TASK MATERIAL
· · · · · · ·

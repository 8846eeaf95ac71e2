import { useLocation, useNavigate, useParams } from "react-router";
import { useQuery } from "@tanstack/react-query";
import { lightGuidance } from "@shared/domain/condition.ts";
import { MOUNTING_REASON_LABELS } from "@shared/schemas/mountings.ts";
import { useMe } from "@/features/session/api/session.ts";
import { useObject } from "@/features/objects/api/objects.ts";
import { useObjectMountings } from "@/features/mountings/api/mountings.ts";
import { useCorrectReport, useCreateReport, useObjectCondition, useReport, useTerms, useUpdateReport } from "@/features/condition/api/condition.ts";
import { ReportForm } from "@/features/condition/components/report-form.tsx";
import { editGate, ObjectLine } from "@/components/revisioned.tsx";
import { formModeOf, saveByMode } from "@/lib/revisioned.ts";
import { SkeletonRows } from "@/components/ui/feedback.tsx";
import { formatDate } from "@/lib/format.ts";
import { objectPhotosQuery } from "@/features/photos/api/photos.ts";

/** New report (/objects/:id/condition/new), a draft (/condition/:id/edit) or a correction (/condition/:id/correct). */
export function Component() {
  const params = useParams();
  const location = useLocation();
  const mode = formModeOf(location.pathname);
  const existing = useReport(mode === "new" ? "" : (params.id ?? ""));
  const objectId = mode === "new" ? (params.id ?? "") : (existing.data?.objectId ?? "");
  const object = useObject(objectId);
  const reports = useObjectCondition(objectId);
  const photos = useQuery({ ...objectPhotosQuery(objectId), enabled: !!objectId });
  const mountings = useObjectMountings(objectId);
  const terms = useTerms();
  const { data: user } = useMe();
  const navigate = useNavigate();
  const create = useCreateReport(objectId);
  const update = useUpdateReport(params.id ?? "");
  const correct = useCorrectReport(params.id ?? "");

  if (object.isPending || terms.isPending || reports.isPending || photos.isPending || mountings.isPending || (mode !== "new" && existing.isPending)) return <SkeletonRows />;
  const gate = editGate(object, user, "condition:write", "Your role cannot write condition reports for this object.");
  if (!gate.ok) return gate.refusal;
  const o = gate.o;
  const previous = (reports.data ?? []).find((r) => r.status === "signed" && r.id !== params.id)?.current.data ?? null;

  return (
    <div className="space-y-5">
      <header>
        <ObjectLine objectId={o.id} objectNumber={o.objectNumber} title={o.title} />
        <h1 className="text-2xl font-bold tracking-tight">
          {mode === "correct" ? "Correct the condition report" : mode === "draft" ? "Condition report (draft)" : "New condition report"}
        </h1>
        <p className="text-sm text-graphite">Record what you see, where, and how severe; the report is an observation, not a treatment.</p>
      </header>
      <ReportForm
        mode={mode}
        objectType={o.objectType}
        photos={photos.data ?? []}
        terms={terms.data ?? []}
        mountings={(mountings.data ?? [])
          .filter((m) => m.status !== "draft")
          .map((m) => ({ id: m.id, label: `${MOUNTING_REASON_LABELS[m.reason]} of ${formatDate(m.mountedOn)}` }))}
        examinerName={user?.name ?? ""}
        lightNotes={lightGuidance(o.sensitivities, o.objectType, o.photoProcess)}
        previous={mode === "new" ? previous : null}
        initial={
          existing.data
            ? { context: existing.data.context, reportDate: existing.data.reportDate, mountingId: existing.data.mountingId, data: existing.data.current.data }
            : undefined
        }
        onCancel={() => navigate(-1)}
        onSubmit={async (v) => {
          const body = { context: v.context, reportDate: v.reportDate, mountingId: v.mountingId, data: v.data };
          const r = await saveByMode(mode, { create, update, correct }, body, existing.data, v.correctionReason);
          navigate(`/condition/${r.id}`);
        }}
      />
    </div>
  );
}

· · · · · · ·

Keep every word intact and transcribe the records in full.

ANSWER SECTION
repository 8846eeaf95ac71e2
import { useLocation, useNavigate, useParams } from "react-router";
import { useQuery } from "@tanstack/react-query";
import { lightGuidance } from "@shared/domain/condition.ts";
import { MOUNTING_REASON_LABELS } from "@shared/schemas/mountings.ts";
import { useMe } from "@/features/session/api/session.ts";
import { useObject } from "@/features/objects/api/objects.ts";
import { useObjectMountings } from "@/features/mountings/api/mountings.ts";
import { useCorrectReport, useCreateReport, useObjectCondition, useReport, useTerms, useUpdateReport } from "@/features/condition/api/condition.ts";
import { ReportForm } from "@/features/condition/components/report-form.tsx";
import { editGate, ObjectLine } from "@/components/revisioned.tsx";
import { formModeOf, saveByMode } from "@/lib/revisioned.ts";
import { SkeletonRows } from "@/components/ui/feedback.tsx";
import { formatDate } from "@/lib/format.ts";
import { objectPhotosQuery } from "@/features/photos/api/photos.ts";

/** New report (/objects/:id/condition/new), a draft (/condition/:id/edit) or a correction (/condition/:id/correct). */
export function Component() {
  const params = useParams();
  const location = useLocation();
  const mode = formModeOf(location.pathname);
  const existing = useReport(mode === "new" ? "" : (params.id ?? ""));
  const objectId = mode === "new" ? (params.id ?? "") : (existing.data?.objectId ?? "");
  const object = useObject(objectId);
  const reports = useObjectCondition(objectId);
  const photos = useQuery({ ...objectPhotosQuery(objectId), enabled: !!objectId });
  const mountings = useObjectMountings(objectId);
  const terms = useTerms();
  const { data: user } = useMe();
  const navigate = useNavigate();
  const create = useCreateReport(objectId);
  const update = useUpdateReport(params.id ?? "");
  const correct = useCorrectReport(params.id ?? "");

  if (object.isPending || terms.isPending || reports.isPending || photos.isPending || mountings.isPending || (mode !== "new" && existing.isPending)) return <SkeletonRows />;
  const gate = editGate(object, user, "condition:write", "Your role cannot write condition reports for this object.");
  if (!gate.ok) return gate.refusal;
  const o = gate.o;
  const previous = (reports.data ?? []).find((r) => r.status === "signed" && r.id !== params.id)?.current.data ?? null;

  return (
    <div className="space-y-5">
      <header>
        <ObjectLine objectId={o.id} objectNumber={o.objectNumber} title={o.title} />
        <h1 className="text-2xl font-bold tracking-tight">
          {mode === "correct" ? "Correct the condition report" : mode === "draft" ? "Condition report (draft)" : "New condition report"}
        </h1>
        <p className="text-sm text-graphite">Record what you see, where, and how severe; the report is an observation, not a treatment.</p>
      </header>
      <ReportForm
        mode={mode}
        objectType={o.objectType}
        photos={photos.data ?? []}
        terms={terms.data ?? []}
        mountings={(mountings.data ?? [])
          .filter((m) => m.status !== "draft")
          .map((m) => ({ id: m.id, label: `${MOUNTING_REASON_LABELS[m.reason]} of ${formatDate(m.mountedOn)}` }))}
        examinerName={user?.name ?? ""}
        lightNotes={lightGuidance(o.sensitivities, o.objectType, o.photoProcess)}
        previous={mode === "new" ? previous : null}
        initial={
          existing.data
            ? { context: existing.data.context, reportDate: existing.data.reportDate, mountingId: existing.data.mountingId, data: existing.data.current.data }
            : undefined
        }
        onCancel={() => navigate(-1)}
        onSubmit={async (v) => {
          const body = { context: v.context, reportDate: v.reportDate, mountingId: v.mountingId, data: v.data };
          const r = await saveByMode(mode, { create, update, correct }, body, existing.data, v.correctionReason);
          navigate(`/condition/${r.id}`);
        }}
      />
    </div>
  );
}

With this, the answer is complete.